The High-performance NAS Platform is the fastest filer node to date, and Hitachi Data Systems will continue to enhance offerings at the node level, as well as ensure a path to storage-grids for organizations that exceed the throughput of the High-performance NAS Platform. The High-performance NAS Platform supports all lines of storage offered by Hitachi Data Systems. Organizations can have the industrys most powerful storage and the fastest NAS in one solution.

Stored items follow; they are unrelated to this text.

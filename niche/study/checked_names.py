"""Names in a study that stand for other names in it: aliases and hours of effort. Checked once the zones are known."""

from __future__ import annotations

from collections.abc import Iterator, Mapping
from typing import TYPE_CHECKING

from niche.errors import StudyError
from niche.study.names import key, listing

if TYPE_CHECKING:
    from pathlib import Path

    from niche.study.model import Study


def check_names(study: Study, file: Path) -> None:
    """Raise unless every alias leads to a listed name and every zone with effort is a zone.

    Raises
    ------
    StudyError
        All problems of this kind at once, a line each.
    """
    problems = list(_problems(study))
    if problems:
        raise StudyError("\n".join(f"{file}: {line}" for line in problems))


def _problems(study: Study) -> Iterator[str]:
    aliases = study.logs.aliases
    unseen = study.logs.out_of_sight
    yield from _aliases("zones", aliases.zones, listing([*study.zones.names, *unseen]), "a zone of the layout")
    names = listing(s.name for s in study.species)
    yield from _aliases("species", aliases.species, names, "listed under `species`")
    yield from _aliases("animals", aliases.animals, {}, "")
    effort = study.zones.effort
    if effort is not None:
        zones = study.zones.names
        strangers = [zone for zone in effort if zone not in zones]
        missing = [zone for zone in zones if zone not in effort]
        if strangers:
            yield f"zones.effort: names {strangers[0]!r}, which is no zone of the layout."
        elif missing:
            yield f"zones.effort: has no hours for zone {missing[0]!r}; give them for each zone, 0 if it was not looked at."
        elif not any(effort.values()):
            yield "zones.effort: all hours are 0; at least one zone must have been looked at."
    elif study.analysis.effort == "divide":
        yield "analysis.effort: found 'divide', and there is no `zones.effort` to divide by; give the hours of each zone."


def _aliases(table: str, aliases: Mapping[str, str], listed: Mapping[str, str], where: str) -> Iterator[str]:
    """Problems of one table of aliases; ``listed`` is empty where any target may be given."""
    found: dict[str, str] = {}
    for written, target in aliases.items():
        path = f"logs.aliases.{table}.{written!r}"
        spelling = key(written)
        if not spelling:
            yield f"{path}: an alias needs letters; a blank cell is counted as missing or out of sight."
        elif spelling in listed:
            yield f"{path}: is itself {where}; an alias is another spelling, or it would rename what is listed."
        elif listed and key(target) not in listed:
            yield f"{path}: leads to {target!r}, which is not {where}. Listed are: {', '.join(listed.values())}."
        elif spelling == key(target):
            yield f"{path}: leads to itself; case and spaces never matter."
        elif found.get(spelling, target) != target:
            yield f"{path}: the same spelling, case and spaces aside, leads to {found[spelling]!r} as well."
        found[spelling] = target
    if not listed:
        for written, target in aliases.items():
            if key(target) in found and key(target) != key(written):
                yield f"logs.aliases.{table}.{written!r}: leads to {target!r}, which is an alias too; lead to the last name."
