"""The study file: what was watched, where the logs are, how to read them, what to compute.

A study is one TOML file. Every key is checked: an unknown key, a wrong type or a value outside its rule stops the work
with the key's path, what was found and what is allowed. `docs/study_file.md` describes each key.
"""

from __future__ import annotations

import math
from pathlib import Path
from typing import Annotated, Literal, Self

from pydantic import Field, model_validator

from niche.study.log_model import Logs
from niche.study.names import badly_spaced, key, named_twice
from niche.study.section import Positive, Section, Text


class Availability(Section):
    """How much of the habitat each zone makes up, and how that is known."""

    source: Text
    unit: Text = "share"
    amounts: dict[str, Annotated[float, Field(ge=0, allow_inf_nan=False)]]


class Zones(Section):
    """The zones, as a grid of names (top row first) or as a zone sheet: a CSV of zone, row, column, availability."""

    rows: Annotated[tuple[Text, ...], Field(strict=False)] = ()
    columns: Annotated[tuple[Text, ...], Field(strict=False)] = ()
    layout: Annotated[tuple[Annotated[tuple[str, ...], Field(strict=False)], ...], Field(strict=False)] = ()
    sheet: Text | None = None
    availability: Availability | None = None
    availability_source: Text | None = None
    effort: dict[str, Annotated[float, Field(ge=0, allow_inf_nan=False)]] | None = None
    """Hours that each zone was looked at, or that its antenna was on; 0 for a zone that was not looked at."""
    same_across_sites: bool | None = None
    """Whether a zone label means the same zone at every site; asked for where sites share labels. With false, the layout
    names each zone as ``site: zone``."""

    @model_validator(mode="after")
    def _layout_fits(self) -> Self:
        if bool(self.layout) == (self.sheet is not None):
            raise ValueError("give the zones either as `layout` or as `sheet`, and not both")
        if self.sheet is not None and (self.rows or self.columns or self.availability):
            raise ValueError("with a zone sheet, rows, columns and availability stand in the sheet, not here")
        if self.sheet is None and self.availability_source is not None:
            raise ValueError("`availability_source` goes with a zone sheet; here use `zones.availability.source`")
        if self.layout:
            check_layout(self.rows, self.columns, self.layout)
            if self.availability is not None:
                check_amounts(self.names, self.availability.amounts)
        return self

    @property
    def names(self) -> tuple[str, ...]:
        """Zone names in the order of the layout, row by row."""
        return tuple(zone for row in self.layout for zone in row if zone)


def check_layout(rows: tuple[str, ...], columns: tuple[str, ...], layout: tuple[tuple[str, ...], ...]) -> None:
    """Raise ValueError unless the layout is a full grid that names each zone once."""
    if len(rows) != len(layout):
        raise ValueError(f"the layout has {len(layout)} rows and `rows` names {len(rows)}; they must be as many")
    for number, row in enumerate(layout, 1):
        if len(row) != len(columns):
            raise ValueError(
                f"row {number} of the layout has {len(row)} cells and `columns` names {len(columns)}; "
                'write "" where there is no zone'
            )
    names = [zone for row in layout for zone in row if zone]
    if not names:
        raise ValueError("the layout names no zone")
    if (spaced := badly_spaced(names)) is not None:
        raise ValueError(f"zone {spaced!r} has spaces at an end or in a row, or not plain ones; write single spaces")
    if (twice := named_twice(names)) is not None:
        raise ValueError(f"zone {twice!r} is named twice, spelling aside; each zone has one place and one name")


def check_amounts(zones: tuple[str, ...], amounts: dict[str, float]) -> None:
    """Raise ValueError unless every zone and nothing else has an amount, and one amount is above 0."""
    strangers = [zone for zone in amounts if zone not in zones]
    if strangers:
        raise ValueError(f"availability names {strangers[0]!r}, which is no zone of the layout")
    missing = [zone for zone in zones if zone not in amounts]
    if missing:
        raise ValueError(
            f"availability has no amount for zone {missing[0]!r}; give one for each zone, 0 if there is none"
        )
    if not any(amounts.values()):
        raise ValueError("all amounts of availability are 0; at least one must be above")


class Capacity(Section):
    """Carrying capacity K as a range with its source."""

    low: Positive
    high: Positive
    source: Text
    distribution: Literal["log-uniform", "uniform"] = "log-uniform"

    @model_validator(mode="after")
    def _low_first(self) -> Self:
        if self.low > self.high:
            raise ValueError(f"low is {self.low:g} and high is {self.high:g}; low must not be above high")
        return self


class Species(Section):
    """One species; everything but its name is optional."""

    name: Text
    scientific_name: Text | None = None
    body_mass: Positive | None = None
    intake: Positive | None = None
    k: Capacity | None = None
    r: Positive | None = None
    start: Positive | None = None


class Settings(Section):
    """What to compute and how."""

    resamples: Annotated[int, Field(ge=100, le=1_000_000)] = 9999
    confidence: Annotated[float, Field(gt=0.5, lt=1)] = 0.95
    seed: Annotated[int, Field(ge=0, lt=2**63)] = 1
    unit: Literal["animal", "session"] = "animal"
    weighting: Literal["time", "animal"] = "time"
    interval: Literal["jackknife_t", "percentile", "widened_percentile", "bca"] = "jackknife_t"
    core: Annotated[float, Field(gt=0, lt=1)] = 0.5
    demand: Literal["intake", "body_mass", "equal"] | None = None
    mass_exponent: Annotated[float, Field(gt=0, le=2)] = 0.75
    effort: Literal["ignore", "divide"] = "ignore"
    """Whether use is divided by the hours that each zone was looked at (``zones.effort``) before proportions are taken."""


class ReportText(Section):
    """What only people know: printed in the report as given."""

    permits: str = ""
    competent_person: str = ""
    ethics: str = ""


class Study(Section):
    """A whole study file."""

    title: Text
    site: str = ""
    note: str = ""
    logs: Logs
    zones: Zones
    species: Annotated[tuple[Species, ...], Field(strict=False)] = ()
    analysis: Settings = Settings()
    report: ReportText = ReportText()

    _folder: Path = Path()

    @model_validator(mode="after")
    def _names_are_unambiguous(self) -> Self:
        listed = [s.name for s in self.species]
        if (spaced := badly_spaced(listed)) is not None:
            raise ValueError(
                f"species {spaced!r} has spaces at an end or in a row, or not plain ones; write single spaces"
            )
        if (twice := named_twice(listed)) is not None:
            raise ValueError(f"species {twice!r} is listed twice, spelling aside; each species has one table")
        unseen = {key(label) for label in self.logs.out_of_sight}
        both = next((zone for zone in self.zones.names if key(zone) in unseen), None)
        if both is not None:
            raise ValueError(f"{both!r} is a zone and stands in `logs.out_of_sight` too; it can be only one of them")
        demand = self.analysis.demand
        if demand in ("intake", "body_mass"):
            without = [s.name for s in self.species if getattr(s, demand) is None]
            if without or not self.species:
                named = without[0] if without else "any species"
                raise ValueError(f"analysis.demand is {demand!r}, but there is no `{demand}` for {named}")
        return self

    @property
    def folder(self) -> Path:
        """Folder of the study file; paths in the study are relative to it."""
        return self._folder

    def demand_basis(self) -> Literal["intake", "body_mass", "equal"]:
        """What relative demand rests on: as set, else the best that every species has."""
        if self.analysis.demand is not None:
            return self.analysis.demand
        bases: tuple[Literal["intake", "body_mass"], ...] = ("intake", "body_mass")
        for basis in bases:
            if self.species and all(getattr(s, basis) is not None for s in self.species):
                return basis
        return "equal"

    def demand_of(self, name: str) -> float:
        """Per-capita demand of a species, in the units of `demand_basis` (mass to the exponent for body mass).

        Source of the exponent: Kleiber, M. (1932) Body size and metabolism. *Hilgardia* 6, 315–353.
        """
        basis = self.demand_basis()
        found = next((s for s in self.species if s.name == name), None)
        if basis == "equal" or found is None:
            return 1.0
        value = found.intake if basis == "intake" else found.body_mass
        if value is None:
            return math.nan
        return value if basis == "intake" else value**self.analysis.mass_exponent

Architecting a Better Network Storage Solution


It Starts with the Hardware Design Looking at the network sectors technology advancements, networking progressed from routing functionality on standard UNIX servers, to specialized CPU-based appliances, to hardware-based router and switch solutions, where all processing is handled in the hardware, utilizing custom firmware and operating systems to drive the chipsets. SiliconServer Architecture was an evolutionary design that applied these proven market fundamentals to the NAS market. The goals were to solve the many pain points experienced by organizations currently employing NAS and SAN in the areas of performance, scalability, backup, management, and ease of use. The requirements were to build the best possible single or clustered NAS server that could track and even exceed the requirements of most customers, and could also be leveraged to create a simpler storage grid to scale even further as the data crunch continued to grow. To create the next-generation NAS server, the architecture required: Significantly higher throughput and IOPS than CPU-based appliances and servers Highly scalable storage capacity that would not reduce system performance The ability to virtualize storage in order to extract maximum performance Adherence to traditional protocol standards Flexibility to add new innovative features and new protocol standards Unlike conventional CPU-based NAS architectures, where you never really know how fast they are going to go until you try them, SiliconServer Architecture is designed from the start to achieve a certain level of performance. The design engineers decide up front how fast they want it to go based on what they think is achievable at acceptable cost with the appropriate technologies. This is the beauty of a silicon-based design. The on-paper goals translate directly into the final product capabilities. SiliconServer Architecture has consistently produced the sought-after performance anticipated in the design process and has met or exceeded customer expectations for a network storage solution.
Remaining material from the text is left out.